*Work required*.
What is the number of lines in these records that hold the word "byId"? Reply with that number alone.
Segment Start: Exercise materials
/**
 * The library's part of the header: the Save and Library buttons (Ctrl+S / Cmd+S saves), the
 * line that always says where the scenario on screen stands ("saved as “name” v3" or "unsaved
 * changes"), the question before leaving with unsaved changes, and the store's availability
 * (when the server has no store the buttons stay and say why; drafts still work).
 */
import { byId, h } from './dom.ts';
import { storeStatus } from './library-api.ts';
import type { LibraryPanel } from './library.ts';
import type { PageShell, Saver } from './library-save.ts';

/** A server message as a sentence: "the file is locked" → "the file is locked." */
export function sentence(text: string): string {
  const t = text.trim();
  return /[.!?]$/.test(t) ? t : `${t}.`;
}

/** Whether the server's store can be used; `message` says why not (a sentence). */
export class StoreAccess {
  message: string | null = null;
  private first: Promise<void> | null = null;

  /** The first answer of the server (asked once); later calls return at once. */
  settled(): Promise<void> {
    this.first ??= this.check();
    return this.first;
  }

  async check(): Promise<void> {
    const answer = await storeStatus();
    if (!answer.ok) this.message = answer.status === 404 ? 'this server has no scenario library.' : sentence(answer.message);
    else if (!answer.value.available) this.message = sentence(answer.value.message ?? 'the scenario library is not available on this server');
    else this.message = null;
  }
}

/** True for Ctrl+S (Cmd+S on a Mac) without other modifiers. */
export function isSaveShortcut(ev: KeyboardEvent): boolean {
  return (ev.ctrlKey || ev.metaKey) && !ev.altKey && !ev.shiftKey && ev.key.toLowerCase() === 's';
}

export function setUpLibraryHeader(shell: PageShell, saver: Saver, access: StoreAccess, panel: LibraryPanel): { render(): void } {
  const saveButton = byId<HTMLButtonElement>('save-library');
  const libraryButton = byId<HTMLButtonElement>('open-library');
  const state = byId('work-state');
  const { tracker } = shell;

  const render = () => {
    const link = tracker.stored;
    const dirty = tracker.isDirty();
    const off = access.message;
    saveButton.title = off ? `The library is not available: ${off}` : 'Save the scenario on screen to the library as a new version (Ctrl+S)';
    libraryButton.title = off ? `The library is not available: ${off}` : 'Stored scenarios, their versions, runs and reports';
    const parts: (Node | string)[] = [];
    if (link) {
      // The name may be shortened on screen; the version never is.
      const open = h('button', { type: 'button', class: 'link-button', 'data-testid': 'work-link', title: `Open the history of “${link.name}”` }, dirty ? '“' : 'saved as “', h('span', { class: 'work-name' }, link.name), `” v${link.version}`);
      open.addEventListener('click', () => void showPanel(link.id));
      parts.push(open);
      if (dirty) parts.push(h('span', { class: 'unsaved' }, ' · unsaved changes'));
    } else {
      parts.push(dirty ? h('span', { class: 'unsaved' }, 'unsaved changes (not in the library)') : 'not in the library');
    }
    state.replaceChildren(...parts);
    state.dataset.state = dirty ? 'unsaved' : link ? 'saved' : 'unstored';
  };
  tracker.onChange(render);

  const showPanel = async (id?: number) => {
    if (access.message !== null) await access.check();
    if (access.message !== null) {
      shell.announce(`The library is not available: ${access.message} Your work is still kept as a draft in this browser.`);
      render();
      return;
    }
    await panel.show(id);
  };

  const save = async () => {
    if (access.message !== null) await access.check();
    render();
    await saver.save();
  };

  saveButton.addEventListener('click', () => void save());
  libraryButton.addEventListener('click', () => void showPanel());
  document.addEventListener('keydown', (ev) => {
    if (!isSaveShortcut(ev)) return;
    // Never the browser's own "save page" dialog.
    ev.preventDefault();
    if (document.querySelector('dialog[open]')) return;
    void save();
  });
  addEventListener('beforeunload', (ev) => {
    tracker.flush();
    if (!tracker.isDirty()) return;
    ev.preventDefault();
    // Older browsers ask only when returnValue is set.
    ev.returnValue = '';
  });
  void access.settled().then(render);
  render();
  return { render };
}
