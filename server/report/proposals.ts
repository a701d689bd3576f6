/**
 * The report's regimen proposals, drawn when the scenario has a `propose` block:
 * proposeByBasis (models/regimen/propose-basis.ts) run in the report's thread, the best fifteen
 * of the ranked table with how many regimens were searched, the targets, the ranking rule,
 * the meaning of the time to the window, and the caution that proposals are model outputs
 * for a clinician's review. For propose.basis "population" the table holds the attainment
 * (joint and per target, with standard errors), the trough and peak percentiles, the time to the
 * window over every subject and the first interval without and with the loading dose, then a
 * table of the share meeting every target in each of the first intervals from empty, under the
 * caution that population figures describe a model population, not a patient.
 */
import { proposeByBasis } from '../../models/regimen/propose-basis.ts';
import type { PopulationProposalLimits } from '../../models/regimen/population-proposals.ts';
import { PROPOSAL_CAUTION, type Proposal, type ProposeResult } from '../../models/regimen/propose.ts';
import { simulatedLoading } from '../../models/regimen/proposal-words.ts';
import type { Outcome } from '../../models/scenario/problems.ts';
import { bullet, drawSectionCaution } from './section-text.ts';
import { ensureSpace, font, heading, palette, paragraph, type } from './document.ts';
import { fmt, unitText } from './format.ts';
import { drawTable, type Cell } from './table.ts';
import { defaultPopulationLimits } from '../population-jobs.ts';
import { reportPopulationCap } from './population.ts';

/** Rows the report prints; the command line and the API give all. */
export const REPORT_PROPOSALS = 15;

/** Population proposals in a report: the server's subjects, and the report's own cap on regimen runs (as its population section). */
export const reportProposalLimits: PopulationProposalLimits = { subjects: defaultPopulationLimits.maxSubjects, runs: reportPopulationCap.regimenRuns };

export function runReportProposals(scenario: unknown, hasPropose: boolean, limits: PopulationProposalLimits = reportProposalLimits): Outcome<ProposeResult> | null {
  return hasPropose ? proposeByBasis(scenario, limits) : null;
}

/** A share of subjects as "83.4% ± 1.7". */
function percentCell(x: { probability: number; standardError: number }): string {
  return `${fmt(Number((x.probability * 100).toFixed(1)))}% ± ${fmt(Number((x.standardError * 100).toFixed(1)))}`;
}

function spreadCell(x: { p5: number; p50: number; p95: number }): string {
  return Number.isNaN(x.p50) ? '—' : `${fmt(x.p50)}\n${fmt(x.p5)}–${fmt(x.p95)}`;
}

/** Median over 5th–95th of the time to the window; "n.r." where a percentile falls among subjects who never reach it. */
function timeCell(t: { p5: number | null; p50: number | null; p95: number | null }): string {
  const v = (x: number | null) => (x === null ? 'n.r.' : fmt(x));
  return `${v(t.p50)}\n${v(t.p5)}–${v(t.p95)}`;
}

/** The first interval from empty: every target met without, and with the loading dose. */
function firstIntervalCell(p: Proposal, amount: string): string {
  const f = (p.population as NonNullable<Proposal['population']>).approach.firstInterval;
  const note = p.loading?.note ? `\n(${p.loading.note})` : '';
  const loaded = f.withLoading && p.loading ? `\n${percentCell(f.withLoading)} after ${fmt(p.loading.amount)} ${unitText(amount)}${note}` : '';
  return `${percentCell(f.without)}${loaded}`;
}

/** Why subjects never reach the window, in words. */
function neverCell(n: { steadyStateMisses: number; noSteadyState: number; onlyAtSteadyState: number; failed: number }): string {
  const parts = [
    n.steadyStateMisses > 0 ? `${n.steadyStateMisses} steady state misses` : null,
    n.noSteadyState > 0 ? `${n.noSteadyState} no steady state` : null,
    n.onlyAtSteadyState > 0 ? `${n.onlyAtSteadyState} only at steady state` : null,
    n.failed > 0 ? `${n.failed} run failed` : null,
  ].filter((x): x is string => x !== null);
  return parts.length > 0 ? parts.join('\n') : '—';
}

/** The share meeting every target in each of the first intervals from empty, and who reaches the window. */
function drawApproachTable(doc: PDFKit.PDFDocument, r: ProposeResult, shown: Proposal[]): void {
  const basis = r.population as NonNullable<ProposeResult['population']>;
  const k = shown[0]?.population?.approach.byInterval.length ?? 0;
  drawTable(doc, {
    caption: 'From the first dose: time to the window, the first interval with and without the loading dose, the first intervals',
    columns: [
      { header: 'Rank', width: 0.45, align: 'right' },
      { header: 'Regimen', width: 1.2 },
      { header: `To window (${r.units.time})\nmedian, 5–95th`, width: 1.1, align: 'right' },
      { header: 'Interval 1\n(% ± SE)', width: 1.4, align: 'right' },
      { header: `Intervals 1–${k}\n(% all targets)`, width: 1.35 },
      { header: 'Reach the\nwindow', width: 0.65, align: 'right' },
      { header: 'Never, because', width: 1.25 },
    ],
    size: type.tiny + 0.3,
    zebra: true,
    rows: shown.map((p) => {
      const a = (p.population as NonNullable<Proposal['population']>).approach;
      return [
        { text: String(p.rank), bold: p.rank === 1 },
        `${fmt(p.amount)} ${unitText(r.units.amount)} every ${fmt(p.interval)} ${r.units.time}`,
        timeCell(a.timeToWindow),
        firstIntervalCell(p, r.units.amount),
        a.byInterval.map((x) => fmt(Math.round(x.probability * 100))).join(' · '),
        `${a.reached} of ${basis.subjects}`,
        neverCell(a.neverReached),
      ];
    }),
    footnote: `Each regimen given to every subject from empty. To window: median and 5th–95th percentile over every subject, "n.r." where the percentile falls among those who never reach the window. Interval 1: the share meeting every target in the first dosing interval, without${basis.loading ? ' and with' : ''} the loading dose${basis.loading ? ' (the typical subject\'s, the same for all)' : ' (none asked for)'}. Intervals 1–${k}: the share meeting every target in each, without a loading dose (a share of N = ${basis.subjects} has a Monte Carlo standard error of at most 100·√(0.25/N) = ${fmt(Number((100 * Math.sqrt(0.25 / basis.subjects)).toFixed(1)))} points). Time to the window: ${basis.timeToWindow}.${basis.loading ? ` Loading dose: ${basis.loading}.` : ''}`,
  });
}

/** The population's table: joint and per-target attainment with standard errors, trough and peak percentiles. */
function drawPopulationTable(doc: PDFKit.PDFDocument, r: ProposeResult, shown: Proposal[]): void {
  const u = r.units;
  const basis = r.population as NonNullable<ProposeResult['population']>;
  const c = unitText(u.concentration);
  drawTable(doc, {
    caption: `Ranked proposals for ${basis.subjects} virtual subjects (seed ${basis.seed}) at steady state and from the first dose`,
    columns: [
      { header: 'Rank', width: 0.45, align: 'right' },
      { header: 'Tier', width: 0.4, align: 'right' },
      { header: `Amount (${unitText(u.amount)})`, width: 0.75, align: 'right' },
      { header: `Every (${u.time})`, width: 0.6, align: 'right' },
      { header: `Infusion (${u.time})`, width: 0.7, align: 'right' },
      { header: 'All targets\n(% ± SE)', width: 1.0, align: 'right' },
      { header: 'Each target\n(% ± SE)', width: 1.25 },
      { header: `Trough (${c})\nmedian, 5–95th`, width: 1.05, align: 'right' },
      { header: `Peak (${c})\nmedian, 5–95th`, width: 1.05, align: 'right' },
    ],
    size: type.tiny + 0.3,
    zebra: true,
    rows: shown.map((p) => {
      const a = p.population as NonNullable<Proposal['population']>;
      return [
        { text: String(p.rank), bold: p.rank === 1 },
        String(a.tier),
        { text: fmt(p.amount), bold: p.rank === 1 },
        { text: fmt(p.interval), bold: p.rank === 1 },
        p.duration > 0 ? fmt(p.duration) : '—',
        { text: percentCell(a.joint), bold: p.rank === 1 },
        a.targets.map((t, k) => `${k + 1}: ${percentCell(t)}`).join('\n'),
        spreadCell(a.trough),
        spreadCell(a.peak),
      ];
    }),
    footnote: `All targets: the share of the ${basis.subjects} subjects whose steady state meets every target at once; each target: its own share; ± one Monte Carlo standard error √(p(1 − p)/N). Every regimen is given to the same subjects (common random numbers). Trough and peak in the compartment of the first target; ${basis.percentileRule}. The time to the window and the first intervals from empty follow in the next table.`,
  });
}

function loading(p: Proposal, amount: string): string {
  const l = simulatedLoading(p);
  if (!l) return '—';
  // The targets its first interval misses, by number; the row's note under the table says by how much.
  const missed = l.firstIntervalTargetsMet.flatMap((m, k) => (m ? [] : [`${k + 1}✗`]));
  const lowered = l.loweredFrom !== null ? `\n(lowered from ${fmt(l.loweredFrom)})` : '';
  return `${fmt(l.amount)} ${unitText(amount)}${lowered}${missed.length > 0 ? `\n(interval 1: ${missed.join(' ')})` : ''}${l.note ? `\n(${l.note})` : ''}`;
}

function met(p: Proposal): Cell {
  const n = p.targetsMet.filter(Boolean).length;
  return { text: `${p.targetsMet.map((m, i) => `${i + 1}${m ? '✓' : '✗'}`).join(' ')}`, bold: p.allMet, ...(n < p.targetsMet.length ? { color: palette.warning } : {}) };
}

function toWindow(p: Proposal, unit: string): string {
  if (!p.allMet) return '—';
  const plain = p.timeToWindow === null ? 'not reached' : `${fmt(p.timeToWindow)} ${unit}`;
  const l = simulatedLoading(p);
  return l ? `${plain}\n${l.timeToWindow === null ? 'not reached' : `${fmt(l.timeToWindow)} ${unit}`} loaded` : plain;
}

/** Draws the section; `number` is its section number. */
export function drawProposalsSection(doc: PDFKit.PDFDocument, outcome: Outcome<ProposeResult>, number: string): void {
  const title = `${number}  Regimen proposals`;
  heading(doc, title, 1, 160);
  doc.outline.addItem(title);
  if (!outcome.ok) {
    drawSectionCaution(doc, 'Caution — regimen proposals', [PROPOSAL_CAUTION]);
    paragraph(doc, 'The proposals could not be computed:', { color: palette.warning });
    for (const p of outcome.problems) bullet(doc, `${p.path}: ${p.message}`, palette.warning);
    return;
  }
  const r = outcome.value;
  drawSectionCaution(doc, 'Caution — regimen proposals', r.population ? [r.population.caution, r.caution] : [r.caution]);
  const u = r.units;
  const s = r.searched;
  const shown = r.proposals.slice(0, REPORT_PROPOSALS);
  const searchedWords = r.population
    ? `${s.amounts} amounts × ${s.intervals} intervals × ${s.durations} infusion durations = ${s.regimens} regimens searched, each given to the same ${r.population.subjects} virtual subjects of the scenario's population, solved to steady state for each (${s.steadyStateSolves} steady states) and run from the first dose (${s.intervalsSimulated} dosing intervals simulated from empty).`
    : `${s.amounts} amounts × ${s.intervals} intervals × ${s.durations} infusion durations = ${s.regimens} regimens searched, each solved to steady state on the scenario's model (${s.method}; ${s.steadyStateSolves} steady-state solves, ${s.intervalsSimulated} dosing intervals simulated from empty).`;
  paragraph(doc, `${searchedWords} ${shown.length < r.proposals.length ? `The best ${shown.length} of ${r.proposals.length} are shown.` : `All ${r.proposals.length} are shown.`}`, { size: type.small });
  // The targets stay with the table's first rows.
  ensureSpace(doc, 14 * r.targets.length + 150);
  paragraph(doc, 'Targets (numbered as in the table)', { size: type.small, face: font.bold, after: 1 });
  r.targets.forEach((t, i) => paragraph(doc, `${i + 1}. ${unitText(t)}`, { size: type.small, indent: 6, after: 1 }));
  if (r.population) {
    drawPopulationTable(doc, r, shown);
    for (const p of shown.filter((x) => x.note !== null)) bullet(doc, `Rank ${p.rank}: ${p.note}`, palette.warning);
    drawApproachTable(doc, r, shown);
    paragraph(doc, `Ranking rule: ${r.rankingRule}.`, { size: type.small, color: palette.muted });
    return;
  }
  const c = unitText(u.concentration);
  drawTable(doc, {
    caption: 'Ranked proposals at steady state',
    columns: [
      { header: 'Rank', width: 0.45, align: 'right' },
      { header: `Amount (${unitText(u.amount)})`, width: 0.75, align: 'right' },
      { header: `Every (${u.time})`, width: 0.6, align: 'right' },
      { header: `Infusion (${u.time})`, width: 0.7, align: 'right' },
      { header: 'Loading dose', width: 0.95, align: 'right' },
      { header: `Trough (${c})`, width: 0.75, align: 'right' },
      { header: `Peak (${c})`, width: 0.7, align: 'right' },
      { header: `AUC24\n(${unitText(u.auc)})`, width: 0.9, align: 'right' },
      { header: 'Targets met', width: 0.85 },
      { header: 'Time to the window', width: 0.85, align: 'right' },
    ],
    size: type.tiny + 0.3,
    zebra: true,
    rows: shown.map((p) => [
      { text: String(p.rank), bold: p.rank === 1 },
      { text: fmt(p.amount), bold: p.rank === 1 },
      { text: fmt(p.interval), bold: p.rank === 1 },
      p.duration > 0 ? fmt(p.duration) : '—',
      loading(p, u.amount),
      fmt(p.steadyState?.trough),
      fmt(p.steadyState?.peak),
      fmt(p.steadyState?.auc24),
      met(p),
      toWindow(p, u.time),
    ]),
    footnote: `Trough, peak and AUC24 at steady state in the compartment of the first target. ✓/✗: each target met or missed, numbered as listed above. Time to the window: ${r.timeToWindowDefinition.replace(/\bnull\b/, '"not reached"')}; "loaded" with the loading dose first; — when the steady state misses a target (the window is never reached). Loading dose "interval 1: 2✗": a target its own first interval misses (a ceiling it breaks, a trough it falls short of), with the figure in the row's note below; "lowered from": the amount aimed at the steady-state trough would break an upper bound in its own first interval, so the largest smaller sum of strengths that keeps them is given (the note says which bound).`,
  });
  const notes = shown.filter((p) => p.note !== null);
  for (const p of notes) bullet(doc, `Rank ${p.rank}: ${p.note}`, palette.warning);
  paragraph(doc, `Ranking rule: ${r.rankingRule}.`, { size: type.small, color: palette.muted });
}

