/**
 * A covariate table read from a CSV file: a cell the population refuses (a sex outside the
 * categories, a weight that is not positive) is named by the file's line and column, as the
 * CSV reader names what it cannot parse, never by the JSON path of rows the user never wrote.
 * Also the part file's words for a shard that holds no subjects.
 */
import { mkdtempSync, rmSync, writeFileSync } from 'node:fs';
import { tmpdir } from 'node:os';
import { join } from 'node:path';
import { afterAll, beforeAll, describe, expect, it } from 'vitest';
import { runCli } from '../../server/cli.ts';
import { shardSubjects } from '../../server/cli-commands.ts';

/** A fictional one-compartment infusion (invented numbers). */
const scenario = (population: Record<string, unknown>) => ({
  title: 'Fictional infusion, covariates from a file',
  units: { amount: 'mg', volume: 'L', time: 'h' },
  subject: { weight: '70 kg', height: '170 cm', age: '50 year', sex: 'female', serumCreatinine: '0.9 mg/dL' },
  compartments: [{ id: 'central', volume: { typical: '20 L', cv: '20%', name: 'V', covariates: [{ on: 'weight', power: 1, reference: '70 kg' }] } }],
  transfers: [{ from: 'central', cl: { typical: '5 L/h', cv: '30%', name: 'CL' } }],
  doses: [{ into: 'central', amount: '1000 mg', duration: '1 h', every: '12 h' }],
  output: { end: '1 day', step: '1 h' },
  population: { subjects: 6, seed: 11, targets: [{ trough: { atLeast: '8 mg/L' } }], ...population },
});

let dir: string;
const write = (file: string, text: string) => writeFileSync(join(dir, file), text);

beforeAll(() => {
  dir = mkdtempSync(join(tmpdir(), 'tidemark-table-file-'));
});

afterAll(() => {
  rmSync(dir, { recursive: true, force: true });
});

describe('cells of a covariate table file', () => {
  it('a bad sex and a weight below zero are named FILE line N, column NAME (a quoted field over two lines counted)', () => {
    // Line 1 header; row 0 spans lines 2–3 (a quoted ward name with a line break); row 1 line 4; row 2 line 5.
    write('people.csv', 'weight [kg],sex,ward\n60,female,"north\nwing"\n70,femme,south\n-5,male,east\n');
    write('pop.json', JSON.stringify(scenario({ covariateTable: { file: 'people.csv' } })));
    for (const command of ['population', 'validate']) {
      const out = runCli([command, 'pop.json'], { folder: dir });
      expect(out.code).toBe(1);
      expect(out.stderr).toBe("people.csv line 4, column sex: sex takes the categories 'female' and 'male', not 'femme'\npeople.csv line 5, column weight: must be positive\n");
    }
  });

  it('a column the population also draws is named once, on the header line', () => {
    write('drawn.csv', 'weight [kg],sex\n60,female\n70,male\n');
    write('drawn.json', JSON.stringify(scenario({ covariateTable: { file: 'drawn.csv' }, covariates: { sex: { distribution: 'categories', shares: { female: 1 } } } })));
    const out = runCli(['population', 'drawn.json'], { folder: dir });
    expect(out.code).toBe(1);
    expect(out.stderr).toBe("drawn.csv line 1, column sex: 'sex' is also drawn from population.covariates.sex; give it in one place\n");
  });

  it('rows given in the scenario itself keep their JSON paths', () => {
    write('rows.json', JSON.stringify(scenario({ covariateTable: { rows: [{ weight: '60 kg', sex: 'female' }, { weight: '70 kg', sex: 'femme' }] } })));
    const out = runCli(['population', 'rows.json'], { folder: dir });
    expect(out.code).toBe(1);
    expect(out.stderr).toContain("population.covariateTable.rows[1].sex: sex takes the categories 'female' and 'male', not 'femme'");
  });

  it('a good table file runs', () => {
    write('good.csv', 'weight [kg],sex\n60,female\n70,male\n');
    write('good.json', JSON.stringify(scenario({ covariateTable: { file: 'good.csv' } })));
    const out = runCli(['population', 'good.json'], { folder: dir });
    expect(out.stderr).toBe('');
    expect(out.code).toBe(0);
  });
});

describe('a shard part file', () => {
  it('a shard with no subjects says so rather than "subjects 0 to -1"', () => {
    // 2 subjects in 3 parts: part 1 holds ⌊2·1/3⌋ − ⌊0⌋ = 0 subjects (equal contiguous parts).
    write('two.json', JSON.stringify(scenario({ subjects: 2 })));
    const out = runCli(['population', 'two.json', '--shard', '1/3', '--out', 'part1.json'], { folder: dir });
    expect(out.code).toBe(0);
    expect(out.stderr).toBe(`wrote part 1 of 3 (no subjects) to ${join(dir, 'part1.json')}\n`);
    expect(shardSubjects({ first: 1, count: 1 })).toBe('subject 1');
    expect(shardSubjects({ first: 13, count: 13 })).toBe('subjects 13 to 25');
  });
});
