/**
 * The regimen in words: one row per dose line as the user wrote it — "400 mg into gut every
 * 12 h × 14 from 0 h, F 0.85, lag 20 min" — never dose by dose, so a year of twice-daily
 * dosing is still one line. When the scenario has a clock, each line also gets the clock times of
 * its first and last dose in the span.
 */
import type { DoseLineSummary, Model } from '../../models/building/model.ts';
import { clockTimeAt } from './clock-time.ts';
import { duration, fmt, timePoint, unitText, withUnit } from './format.ts';

export interface RegimenRow {
  line: string;
  label: string;
  description: string;
  /** Doses of the line inside the simulated span. */
  doses: string;
  /** Nominal total, and what arrives after bioavailability. */
  total: string;
  /** Clock times of the first and the last dose given in the span; null without a clock. */
  clock: string | null;
}

/** "first 2026-03-04 08:00 (+01:00)\nlast 2026-03-06 08:00 (+01:00)", one line for a single dose; null without a clock or a dose in the span. */
export function doseLineClock(line: DoseLineSummary, model: Model): string | null {
  if (line.count === 0) return null;
  const first = clockTimeAt(line.firstGiven, model);
  if (first === null) return null;
  if (line.count === 1 || line.every === null) return first;
  return `first ${first}\nlast ${clockTimeAt(line.firstGiven + (line.count - 1) * line.every, model) ?? '—'}`;
}

export function describeDoseLine(line: DoseLineSummary, model: Model): string {
  const u = model.units;
  const into = model.compartments[line.into].id;
  const parts: string[] = [];
  let head = `${withUnit(line.nominal, u.amount)} into ${into}`;
  if (line.every !== null && line.count + line.beyondEnd > 1) {
    head += ` every ${duration(line.every, u.time)} × ${line.count} from ${timePoint(line.firstGiven, u.time)}`;
  } else {
    head += ` at ${timePoint(line.firstGiven, u.time)}`;
  }
  parts.push(head);
  if (line.duration > 0) {
    parts.push(`infused over ${duration(line.duration, u.time)} (${fmt(line.nominal / line.duration)} ${unitText(u.amount)}/${u.time})`);
  }
  if (line.bioavailability !== 1) parts.push(`F ${fmt(line.bioavailability)}`);
  if (line.lag > 0) parts.push(`lag ${duration(line.lag, u.time)}`);
  let text = parts.join(', ');
  if (line.beyondEnd > 0) {
    text += ` (${line.beyondEnd} more asked for, at or after the end of the span: not simulated)`;
  }
  return text;
}

export function regimenRows(model: Model): RegimenRow[] {
  const amount = model.units.amount;
  return model.doseLines.map((line) => {
    const nominal = line.nominal * line.count;
    const arriving = nominal * line.bioavailability;
    return {
      line: String(line.line + 1),
      label: line.label ?? '—',
      description: describeDoseLine(line, model),
      doses: String(line.count),
      total: line.bioavailability === 1 ? withUnit(nominal, amount) : `${withUnit(nominal, amount)}, of which ${withUnit(arriving, amount)} arrives`,
      clock: doseLineClock(line, model),
    };
  });
}

/** Given times of every administration, for the dose marks on the plots (with infusion spans). */
export function doseMarks(model: Model): { given: number; arrival: number; duration: number; line: number }[] {
  return model.administrations.map((a) => ({ given: a.given, arrival: a.arrival, duration: a.duration, line: a.line }));
}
Segment End: Exercise materials
*Reply*.
4